• [INPUT DATA]:
BEGIN

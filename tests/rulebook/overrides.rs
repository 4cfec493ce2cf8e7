//! A rule folder of the user's own: what it may change, and what it is told when it is wrong.

use faying::rulebook::{ModeOne, RowForces, Rulebook};
use faying::units::mm;
use miette::Diagnostic;

const BOLTS: &str = include_str!("../../rules/bolts.toml");
const DETAILING: &str = include_str!("../../rules/detailing.toml");
const RECOMMENDED: &str = include_str!("../../rules/annexes/recommended.toml");
const STEEL: &str = include_str!("../../rules/steel.toml");
const TOLERANCES: &str = include_str!("../../rules/tolerances.toml");
const UC: &str = include_str!("../../rules/sections/uc.csv");
const VOCABULARY: &str = include_str!("../../rules/vocabulary.toml");
const WELDS: &str = include_str!("../../rules/welds.toml");

/// The text with one place changed.
fn with(text: &str, old: &str, new: &str) -> String {
    assert!(text.contains(old), "{old:?} is not in the file");
    text.replacen(old, new, 1)
}

#[test]
fn the_embedded_files_are_valid_and_are_what_no_overrides_give() {
    let none = Rulebook::with_overrides::<&str, &str>(&[]).unwrap();
    assert_eq!(format!("{none:?}"), format!("{:?}", Rulebook::embedded()));
}

#[test]
fn the_embedded_settings() {
    let settings = Rulebook::embedded().settings;
    assert_eq!(settings.row_forces, RowForces::LinearBeyond19);
    assert_eq!(settings.mode_one, ModeOne::Method1);
    assert!(settings.strength_by_flange && !settings.shear_with_full_tension && settings.thread_in_shear_plane);
    assert_eq!((settings.alpha_max, settings.shear_only_below), (8.0, 0.5));
    assert_eq!((settings.axial_limit, settings.k_wc), (0.05, 1.0));
}

#[test]
fn words_of_ones_own_come_beside_the_embedded_ones() {
    let own = "hole-diameter = [\"Bore Ø\"]\nbolt = [\"Zugstift\"]\n";
    let rules = Rulebook::with_overrides(&[("vocabulary.toml", own)]).unwrap();
    assert!(rules.means("hole-diameter", "bore-ø") && rules.says("bolt", "M20 zugstift verzinkt"));
    assert!(
        rules.means("hole-diameter", "Lochdurchmesser") && rules.says("bolt", "Bolt M20"),
        "the embedded words stay"
    );
    assert!(rules.means("mark", "part mark"));
    assert!(!Rulebook::embedded().says("bolt", "zugstift"));
}

#[test]
fn single_files_can_be_changed() {
    let detailing = with(DETAILING, "\"by-annex\"\n", "\"thin-plate-or-linear\"\n");
    let detailing = with(&detailing, "\"method-1\"\n", "\"method-2\"\n");
    let detailing = with(&detailing, "annex = \"recommended\"", "annex = \"own\"");
    let annex = with(RECOMMENDED, "value = 1.25", "value = 1.30");
    let tolerances = with(TOLERANCES, "position = 2.0", "position = 3.0");
    let sections = "designation,h,b,t_w,t_f,r,A,W_el_y,W_pl_y,A_v_z,source\nXY 9,300,150,7,11,15,,,,,own drawing\n";
    let rules = Rulebook::with_overrides(&[
        ("detailing.toml", detailing.as_str()),
        ("annexes/own.toml", &annex),
        ("tolerances.toml", &tolerances),
        ("sections/own.csv", sections),
    ])
    .unwrap();
    assert_eq!(rules.settings.row_forces, RowForces::ThinPlateOrLinear);
    assert_eq!(rules.settings.mode_one, ModeOne::Method2);
    assert_eq!(rules.annex.gamma_m2, 1.30);
    assert_eq!(rules.tolerances.position, mm(3.0));
    assert_eq!(rules.section("xy-9").unwrap().b, mm(150.0));
    assert_eq!(rules.section_source("XY 9"), Some("own drawing"));
    assert!(rules.section("HEB 300").is_some(), "the other files stay");
}

/// What is wrong, which words the message holds, and which text the span covers (`None`: no place is told).
#[test]
fn every_error_says_what_was_given_and_what_is_allowed() {
    let cases: &[(&str, String, &str, Option<&str>)] = &[
        // names of files
        ("nonsense.toml", String::new(), "no such rule file; allowed is bolts.toml, detailing.toml", None),
        ("annexes/deeper/x.toml", String::new(), "no such rule file", None),
        ("annexes/.toml", String::new(), "no such rule file", None),
        ("sections/x.toml", String::new(), "no such rule file", None),
        // syntax and keys
        ("tolerances.toml", "position = ".into(), "", Some("")),
        ("tolerances.toml", with(TOLERANCES, "angle =", "angel ="), "unknown field `angel`", Some("angel")),
        ("tolerances.toml", with(TOLERANCES, "angle = 1.0\n", ""), "missing field `angle`", None),
        ("tolerances.toml", with(TOLERANCES, "angle = 1.0", "angle = \"1\""), "expected f64", Some("\"1\"")),
        // ranges
        (
            "tolerances.toml",
            with(TOLERANCES, "position = 2.0", "position = -2.0"),
            "position = -2; allowed is 0.01 to 20",
            Some("-2.0"),
        ),
        (
            "tolerances.toml",
            with(TOLERANCES, "position = 2.0", "position = nan"),
            "position = NaN; allowed is",
            Some("nan"),
        ),
        ("tolerances.toml", with(TOLERANCES, "touch = 2.0", "touch = inf"), "touch = inf; allowed is", Some("inf")),
        (
            "tolerances.toml",
            with(TOLERANCES, "utilisation = 0.0", "utilisation = 0.2"),
            "utilisation = 0.2; allowed is 0 to 0.05",
            Some("0.2"),
        ),
        (
            "annexes/recommended.toml",
            with(RECOMMENDED, "value = 1.25", "value = 0.90"),
            "gamma_M2 = 0.9; allowed is 1 to 2",
            Some("0.90"),
        ),
        (
            "annexes/recommended.toml",
            with(RECOMMENDED, "value = 1.00", "value = 10.0"),
            "gamma_M0 = 10; allowed is 1 to 2",
            Some("10.0"),
        ),
        (
            "annexes/recommended.toml",
            with(RECOMMENDED, "\"EN 1993-1-8:2005 Table 2.1, recommended value\"", "\" \""),
            "source is empty",
            Some("\" \""),
        ),
        (
            "annexes/recommended.toml",
            with(RECOMMENDED, "[gamma_M2]", "[gamma_M9]"),
            "unknown field `gamma_M9`",
            Some("gamma_M9"),
        ),
        // detailing
        (
            "detailing.toml",
            with(DETAILING, "annex = \"recommended\"", "annex = \"zz\""),
            "annex = \"zz\"; allowed is \"de\", \"es\", \"fr\", \"it\", \"nl\", \"recommended\", \"uk\"",
            Some("\"zz\""),
        ),
        (
            "detailing.toml",
            with(DETAILING, "mode_one = \"method-1\"", "mode_one = \"three\""),
            "unknown variant `three`, expected `method-1` or `method-2`",
            Some("\"three\""),
        ),
        (
            "detailing.toml",
            with(DETAILING, "alpha_max = 8.0", "alpha_max = 9"),
            "alpha_max = 9; allowed is 4.45 to 8",
            Some("9"),
        ),
        ("detailing.toml", with(DETAILING, "k_wc = 1.0", "k_wc = 1.1"), "k_wc = 1.1; allowed is 0.7 to 1", Some("1.1")),
        (
            "detailing.toml",
            with(DETAILING, "axial_limit = 0.05", "axial_limit = 0.06"),
            "axial_limit = 0.06; allowed is 0 to 0.05",
            Some("0.06"),
        ),
        (
            "detailing.toml",
            with(DETAILING, "shear_only_below = 0.5", "shear_only_below = -0.5"),
            "shear_only_below = -0.5; allowed is 0 to 1",
            Some("-0.5"),
        ),
        // bolts
        (
            "bolts.toml",
            with(BOLTS, "a_s = 245", "a_s = 345"),
            "a_s = 345; allowed is more than 0 up to 314.15",
            Some("345"),
        ),
        ("bolts.toml", with(BOLTS, "a_s = 245", "a_s = 0"), "a_s = 0; allowed is more than 0", Some("0")),
        ("bolts.toml", with(BOLTS, "\nd = 16", "\nd = 12"), "does not rise", Some("12")),
        ("bolts.toml", with(BOLTS, "\nd = 36", "\nd = 40"), "no clearance goes up to d", Some("40")),
        (
            "bolts.toml",
            with(BOLTS, "across_corners = 32.95", "across_corners = 29"),
            "across_corners = 29; allowed is 30 to",
            Some("29"),
        ),
        ("bolts.toml", with(BOLTS, "name = \"4.8\"", "name = \"4.6\""), "class 4.6 stands twice", Some("\"4.6\"")),
        ("bolts.toml", with(BOLTS, "f_yb = 640", "f_yb = 940"), "f_yb = 940.0 N/mm² is above f_ub", Some("940")),
        (
            "bolts.toml",
            with(BOLTS, "alpha_v = 0.6\n", "alpha_v = 0.8\n"),
            "alpha_v = 0.8; allowed is 0.1 to 0.7",
            Some("0.8"),
        ),
        ("bolts.toml", with(BOLTS, "up_to = 22", "up_to = 14"), "does not rise", Some("14")),
        ("bolts.toml", with(BOLTS, "round = 2", "round = -2"), "round = -2; allowed is 0 to 20", Some("-2")),
        // steel
        (
            "steel.toml",
            with(STEEL, "table = \"EN 10025-2\"", "table = \"EN 1\""),
            "table = \"EN 1\"; allowed is \"EN 10025-2\" or \"EN 1993-1-1:2005 Table 3.1\"",
            Some("\"EN 1\""),
        ),
        ("steel.toml", with(STEEL, "f_y = 235, f_u = 360", "f_y = 435, f_u = 360"), "is above f_u", Some("435")),
        ("steel.toml", with(STEEL, "up_to = 40", "up_to = 4"), "does not rise", Some("4")),
        ("steel.toml", with(STEEL, "up_to = 16", "up_to = 2"), "does not rise", Some("2")),
        ("steel.toml", with(STEEL, "name = \"S275\"", "name = \"S235\""), "S235 stands twice", Some("\"S235\"")),
        ("steel.toml", with(STEEL, "f_u = 360", "f_u = -360"), "f_u = -360; allowed is more than 0", Some("-360")),
        (
            "steel.toml",
            with(STEEL, "[[alias]]\ngrade = \"S275\"", "[[alias]]\ngrade = \"S234\""),
            "S234 is in no table",
            Some("\"S234\""),
        ),
        // welds
        ("welds.toml", with(WELDS, "value = 0.80", "value = 0.70"), "beta_w = 0.7; allowed is 0.8 to 1", Some("0.70")),
        ("welds.toml", with(WELDS, "\"S275\",", "\"S235\","), "S235 stands twice", Some("\"S235\"")),
        (
            "welds.toml",
            with(WELDS, "min_throat = 3.0", "min_throat = 0"),
            "min_throat = 0; allowed is more than 0",
            Some("0"),
        ),
        // vocabulary
        (
            "vocabulary.toml",
            with(VOCABULARY, "weld-leg = [", "weld-lag = ["),
            "\"weld-lag\" is no concept; allowed is mark,",
            Some("weld-lag"),
        ),
        ("vocabulary.toml", with(VOCABULARY, "\"d0\",", "\"-\","), "a word without letters or digits", Some("\"-\"")),
        // sections
        (
            "sections/uc.csv",
            with(UC, ",152.4,152.2,5.8,", ",152.4,152.2,8.5,"),
            "UC 152x152x23: A = 29.2, but the sizes give",
            Some("UC 152x152x23,152.4,152.2,8.5"),
        ),
        (
            "sections/uc.csv",
            with(UC, ",152.4,152.2,5.8,", ",152.4,152.2,-5.8,"),
            "t_w = -5.8 mm",
            Some("UC 152x152x23,"),
        ),
        (
            "sections/uc.csv",
            with(UC, ",152.4,152.2,5.8,", ",152.4,152.2,,"),
            "t_w: cannot parse float from empty string",
            Some("UC 152x152x23,"),
        ),
        (
            "sections/uc.csv",
            with(UC, ",152.4,152.2,5.8,", ",152.4,"),
            "the row has 9 cells; 11 are needed",
            Some("UC 152x152x23,"),
        ),
        (
            "sections/uc.csv",
            with(UC, "designation,h,b,", "designation,h,c,"),
            "unknown field `c`",
            Some("UC 152x152x23,"),
        ),
        ("sections/uc.csv", with(UC, "UC 152x152x30", "UC 152X152x23"), "stands twice", None),
        ("sections/uc.csv", with(UC, "UC 152x152x23", ""), "needs a designation", None),
    ];
    for (name, text, said, covered) in cases {
        let error = Rulebook::with_overrides(&[(*name, text)]).expect_err(said);
        assert_eq!(error.file(), *name);
        assert!(error.message().contains(said), "{said:?} is not in {error}");
        assert!(error.to_string().starts_with(&format!("{name}: ")), "{error}");
        if let Some(covered) = covered {
            let span = error.span().unwrap_or_else(|| panic!("no place: {error}"));
            assert!(text[span.clone()].starts_with(covered), "{:?} for {error}", &text[span]);
            assert!(error.source_code().is_some() && error.labels().is_some_and(|mut labels| labels.next().is_some()));
        }
    }
}

/// A name that only differs in case or blanks is the same section: which of the two rows would count?
#[test]
fn a_section_of_another_file_is_not_shadowed() {
    let own = "designation,h,b,t_w,t_f,r,A,W_el_y,W_pl_y,A_v_z,source\nhe300b,310,300,11,19,27,,,,,own\n";
    let error = Rulebook::with_overrides(&[("sections/own.csv", own)]).unwrap_err();
    assert!(error.message().contains("he300b stands twice"), "{error}");
}

/// What the command line prints: the line of the file, with a mark under the place.
#[test]
fn an_error_can_be_printed_with_an_excerpt() {
    let text = with(TOLERANCES, "touch = 2.0", "touch = 200");
    let error = Rulebook::with_overrides(&[("tolerances.toml", &text)]).unwrap_err();
    let mut printed = String::new();
    miette::NarratableReportHandler::new().render_report(&mut printed, &error).unwrap();
    for part in ["touch = 200; allowed is 0.01 to 20", "tolerances.toml", "touch = 200", "here"] {
        assert!(printed.contains(part), "{part:?} is not in {printed}");
    }
}

/// An editor's byte order mark is no fault of the rules.
#[test]
fn a_byte_order_mark_is_passed_over() {
    let text = format!("\u{feff}{TOLERANCES}");
    assert!(Rulebook::with_overrides(&[("tolerances.toml", text)]).is_ok());
}

/// A file under `rules/` that is not embedded would be read by people and not by the program.
#[test]
fn every_rule_file_is_embedded() {
    let rules = Rulebook::embedded();
    let stems = |folder: &str| {
        let folder = std::path::Path::new(env!("CARGO_MANIFEST_DIR")).join("rules").join(folder);
        let mut paths: Vec<_> = std::fs::read_dir(folder).unwrap().map(|entry| entry.unwrap().path()).collect();
        paths.sort();
        paths
    };
    let annexes: Vec<_> =
        stems("annexes").iter().map(|p| p.file_stem().unwrap().to_str().unwrap().to_owned()).collect();
    assert_eq!(rules.annexes().collect::<Vec<_>>(), annexes);
    let rows = stems("sections").into_iter().map(|path| {
        let text = std::fs::read_to_string(path).unwrap();
        text.lines().filter(|line| !line.starts_with('#')).count() - 1
    });
    assert_eq!(rules.sections().count(), rows.sum::<usize>());
    for path in stems("").iter().filter(|path| path.extension().is_some_and(|e| e == "toml")) {
        let name = path.file_name().unwrap().to_str().unwrap();
        let error = Rulebook::with_overrides(&[(name, "nonsense = 1")]).unwrap_err();
        assert!(!error.message().contains("no such rule file"), "{name}");
    }
}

END

• [ASSIGNED TASK]:
Output only the lines from the one containing "let rules = Rulebook::embedded();" through the end of the material, please, exactly as they appear.

• [RESPONSE AREA]:
    let rules = Rulebook::embedded();
    let stems = |folder: &str| {
        let folder = std::path::Path::new(env!("CARGO_MANIFEST_DIR")).join("rules").join(folder);
        let mut paths: Vec<_> = std::fs::read_dir(folder).unwrap().map(|entry| entry.unwrap().path()).collect();
        paths.sort();
        paths
    };
    let annexes: Vec<_> =
        stems("annexes").iter().map(|p| p.file_stem().unwrap().to_str().unwrap().to_owned()).collect();
    assert_eq!(rules.annexes().collect::<Vec<_>>(), annexes);
    let rows = stems("sections").into_iter().map(|path| {
        let text = std::fs::read_to_string(path).unwrap();
        text.lines().filter(|line| !line.starts_with('#')).count() - 1
    });
    assert_eq!(rules.sections().count(), rows.sum::<usize>());
    for path in stems("").iter().filter(|path| path.extension().is_some_and(|e| e == "toml")) {
        let name = path.file_name().unwrap().to_str().unwrap();
        let error = Rulebook::with_overrides(&[(name, "nonsense = 1")]).unwrap_err();
        assert!(!error.message().contains("no such rule file"), "{name}");
    }
}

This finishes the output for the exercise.